# 20 lb Flathead from Tusc River



## tcba1987 (Jun 22, 2004)

Caught this 20 lb + flattie from the Tusc on a Bluegill Head it was my personal best flathead !!!! Not huge but my BIGGEST so far !!! Anyone else catching flatties from the Tusc ??


----------



## behole (Jul 31, 2013)

That by dover or farther south, ive heard of a few pulled out of the massillon area but never seen one myself


----------



## winguy7 (Mar 12, 2014)

That's a nice flatty! I noticed a bunch of pull offs from 36 on the way from Coshocton to Newcomerstown that a bunch of people were fishing last weekend. Does anyone know if those are community pull offs or private? Im not from that area.


----------



## I_WALL_I (Apr 27, 2006)

Most on the river side are not private... seems last week there were people fishing and camping all up and down that section... most were fishing for smallies or just bait fishing.


----------



## StarkFisherman (May 17, 2008)

Does it connect to Wales (Wells?) Creek? I haven't been there since 1998. Can't even remember where to turn off of 36 coming from 77.


----------



## behole (Jul 31, 2013)

StarkFisherman said:


> Does it connect to Wales (Wells?) Creek? I haven't been there since 1998. Can't even remember where to turn off of 36 coming from 77.

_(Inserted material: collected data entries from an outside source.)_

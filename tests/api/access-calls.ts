/** How every route is called so that it works for whom it is meant: fresh things where a call uses them up. */
import { randomUUID } from 'node:crypto';
import type { ParticipantId } from '@shared/api/common';
import type { RouteId } from '@shared/api';
import type { SignedIn } from '@server/auth';
import { channelNames } from '@shared/recording';
import { heronFile, type MiniLab, type TestApp, testPassword } from '../support/app';

export interface Target {
  params?: Record<string, string>;
  query?: string;
  body?: unknown;
  /** A body that is no JSON. */
  text?: { type: string; body: string };
  /** Code of the refusal that shows that the guard let the caller in, where no answer of 200 can be had. */
  refusedBy?: string;
}

export interface Ground {
  app: TestApp;
  lab: MiniLab;
  /** Somebody to be added to and taken out of the study. */
  spare: SignedIn;
  recordingId: string;
  /** A trial with a recording and an outcome. */
  recordedTrial: string;
}

type Calls = Record<RouteId, (ground: Ground, caller: SignedIn | null) => Target | Promise<Target>>;

let count = 0;
const another = () => (count += 1);
const letters = (n: number) => [...n.toString(26)].map((digit) => String.fromCharCode(65 + Number.parseInt(digit, 26))).join('');

const onStudy = ({ lab }: Ground): Target => ({ params: { studyId: lab.study.id } });
const onSession = ({ lab }: Ground): Target => ({ params: { sessionId: lab.sessionId } });
const onRecorded = ({ recordedTrial }: Ground): Target => ({ params: { trialId: recordedTrial } });
const planned = ({ lab }: Ground) => ({ taskId: lab.study.tasks[0]!.id, conditionId: lab.study.conditions[0]!.id });

async function freshTrial({ app, lab }: Ground): Promise<Target> {
  return { params: { trialId: await app.book.services.sessions.addTrial(lab.sessionId, planned({ lab } as Ground), lab.people.lead) } };
}

const plan = ({ lab }: Ground) => ({ participantId: lab.participantId as ParticipantId, rigRevisionId: lab.rig.id, plannedAt: new Date().toISOString(), trials: [] });

/** A note of the caller's own where they may write one, else of the lead's. */
async function noteOf(ground: Ground, caller: SignedIn | null): Promise<Target> {
  const { app, lab, recordedTrial } = ground;
  const note = await app.book.services.notes.add(recordedTrial as MiniLab['trialIds'][number], { startS: 0.1, endS: null, cables: [], text: 'Here.', clientKey: randomUUID() }, caller ?? lab.people.lead);
  return { params: { noteId: note.id } };
}

const csv = ['t_s', ...channelNames(8)].join(',') + '\n' + [0, 1, 2, 3].map((i) => [i / 1000, ...channelNames(8).map((name) => (name === 'qw' ? 1 : 0.5))].join(',')).join('\n') + '\n';

export const calls: Calls = {
  'api.describe': () => ({}),
  'auth.signIn': () => ({ body: { email: 'nobody@lab.example', password: 'no password' }, refusedBy: 'INVALID_EMAIL_OR_PASSWORD' }),
  'auth.signOut': () => ({}),
  'auth.session': () => ({}),
  'auth.sessions': () => ({}),
  'auth.endSession': () => ({ body: { token: 'of nobody' } }),
  'auth.endOtherSessions': () => ({}),
  'auth.changePassword': () => ({ body: { currentPassword: 'not the password', newPassword: testPassword }, refusedBy: 'INVALID_PASSWORD' }),
  'auth.requestReset': () => ({ body: { email: 'nobody@lab.example' } }),
  'auth.passwordReset': () => ({ body: { token: 'of no letter', newPassword: testPassword }, refusedBy: 'INVALID_TOKEN' }),
  'entrance.get': () => ({}),
  'setup.make': () => ({ body: { code: 'AAAA-AAAA-AAAA', name: 'Second', email: 'second@lab.example', password: testPassword }, refusedBy: 'SETUP_DONE' }),
  'me.get': () => ({}),
  'me.change': (_, caller) => ({ body: { name: caller?.name ?? 'Nobody' } }),

  'people.list': () => ({}),
  'people.invite': () => ({ body: { name: 'Invited', email: `invited-${another()}@lab.example`, role: 'operator' } }),
  'people.change': ({ spare }) => ({ params: { personId: spare.id }, body: { closed: false } }),
  'audit.list': () => ({ query: 'limit=10' }),
  'outbox.list': () => ({}),
  'devices.list': () => ({}),
  'devices.register': ({ lab }) => ({ body: { name: 'another bench', rigId: lab.rig.rigId } }),
  'devices.revoke': async ({ app, lab }) => ({ params: { deviceId: (await app.book.services.devices.register('to be revoked', lab.rig.rigId)).device.id } }),
  'rigs.list': () => ({}),
  'rigs.get': ({ lab }) => ({ params: { rigId: lab.rig.rigId } }),
  'rigRevisions.get': ({ lab }) => ({ params: { rigRevisionId: lab.rig.id } }),
  'rigs.import': () => ({ body: { file: { ...heronFile, code: `made-${another()}` } } }),

  'studies.list': () => ({}),
  'studies.listAll': () => ({}),
  'studies.create': () => ({ body: { code: `MADE-${letters(another())}`, title: 'Made', conditions: [{ blindCode: 'A', label: 'one' }], tasks: [{ code: 'x', title: 'X' }] } }),
  'studies.get': onStudy,
  'studies.change': (ground) => ({ ...onStudy(ground), body: { title: 'Reach with and without cue' } }),
  'members.set': ({ lab, spare }) => ({ params: { studyId: lab.study.id, personId: spare.id }, body: { role: 'operator' } }),
  'members.remove': async ({ app, lab, spare }) => {
    await app.book.services.studies.setMember(lab.study.id, spare.id, 'operator', false);
    return { params: { studyId: lab.study.id, personId: spare.id } };
  },
  'members.candidates': onStudy,
  // A study that has none of the callers in it, so that joining leaves their place in the other one alone.
  'members.join': async ({ app, lab }) => {
    const made = await app.book.services.studies.create({ code: `JOIN-${letters(another())}`, title: 'To be joined', protocol: '', conditions: [{ blindCode: 'A', label: 'one' }], tasks: [{ code: 'x', title: 'X', timeLimitS: null }] }, lab.people.lead);
    return { params: { studyId: made.id } };
  },
  'participants.list': onStudy,
  'participants.add': (ground) => ({ ...onStudy(ground), body: { code: `K-${1000 + another()}` } }),

  'sessions.list': onStudy,
  'sessions.today': () => ({}),
  'sessions.plan': (ground) => ({ ...onStudy(ground), body: plan(ground) }),
  'sessions.get': onSession,
  'sessions.close': async (ground) => ({ params: { sessionId: await ground.app.book.services.sessions.plan(ground.lab.study.id, plan(ground), ground.lab.people.lead) } }),
  'sessions.log': onSession,
  'trials.add': (ground) => ({ ...onSession(ground), body: planned(ground) }),
  'trials.get': onRecorded,
  'trials.arm': async (ground) => ({ ...(await freshTrial(ground)), body: { deviceId: ground.lab.deviceId }, refusedBy: 'DEVICE_AWAY' }),
  'trials.disarm': async (ground) => ({ ...(await freshTrial(ground)), refusedBy: 'TRIAL_STATE' }),
  'trials.stop': async (ground) => ({ ...(await freshTrial(ground)), refusedBy: 'TRIAL_STATE' }),
  'trials.judge': (ground) => ({ ...onRecorded(ground), body: { outcome: 'completed' } }),
  'trials.remove': async (ground) => ({ ...(await freshTrial(ground)), body: { reason: 'planned by mistake' } }),

  'flags.list': onRecorded,
  'moments.list': onStudy,
  'verdicts.list': onRecorded,
  'verdicts.give': (ground) => ({ ...onStudy(ground), body: { verdicts: [{ flagId: randomUUID(), value: 'unsure', seen: null }] }, refusedBy: 'FLAG_UNKNOWN' }),
  'recordings.window': ({ recordingId }) => ({ params: { recordingId }, query: 'from=0&to=1' }),
  'recordings.csv': onRecorded,
  'recordings.import': async (ground) => ({ ...(await freshTrial(ground)), query: 'fileName=made.csv', text: { type: 'text/csv', body: csv } }),
  'notes.list': onRecorded,
  'notes.add': (ground) => ({ ...onRecorded(ground), body: { startS: 0.1, text: 'Here.', clientKey: randomUUID() } }),
  'notes.reply': async (ground, caller) => ({ ...(await noteOf(ground, caller)), body: { text: 'There.', clientKey: randomUUID() } }),
  'notes.edit': async (ground, caller) => ({ ...(await noteOf(ground, caller)), body: { text: 'There.', onVersion: 1 } }),
  'notes.resolve': async (ground, caller) => ({ ...(await noteOf(ground, caller)), body: { resolved: true } }),
  'notes.versions': noteOf,
};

I don't know if it does but u get off at port Washington exit then turn left i think on 36 i know u go 36 west then left on 83 that road takes you to the spillway and boat ramp at wills creek


----------



## ducky152000 (Jul 20, 2005)

the tusc does not connect to wills creek. the tusc starts above canton and runs down into the muskingum. i believe the licking and the tusc is what starts the muskingum.


----------



## I_WALL_I (Apr 27, 2006)

The Walhonding and Tusc. rivers meet at Coshocton to form the Muskingum....Wills Creek enters the Musk. approx. 10 miles downstream from Coshocton. At the edge of Coshocton 36 W turns right towards Mt Vernon, take 16 W ( straight) to 83S and follow signs to Wills Ctreek dam!


----------



## I_WALL_I (Apr 27, 2006)

SrarkFisherman, exit 65 @ Newcomerstown ( home of Cy Young, Woody Hayes, and ME!)


----------



## StarkFisherman (May 17, 2008)

Thanks to everyone that replied.


----------



## StarkFisherman (May 17, 2008)

I_WALL_I said:


> SrarkFisherman, exit 65 @ Newcomerstown ( home of Cy Young, Woody Hayes, and ME!)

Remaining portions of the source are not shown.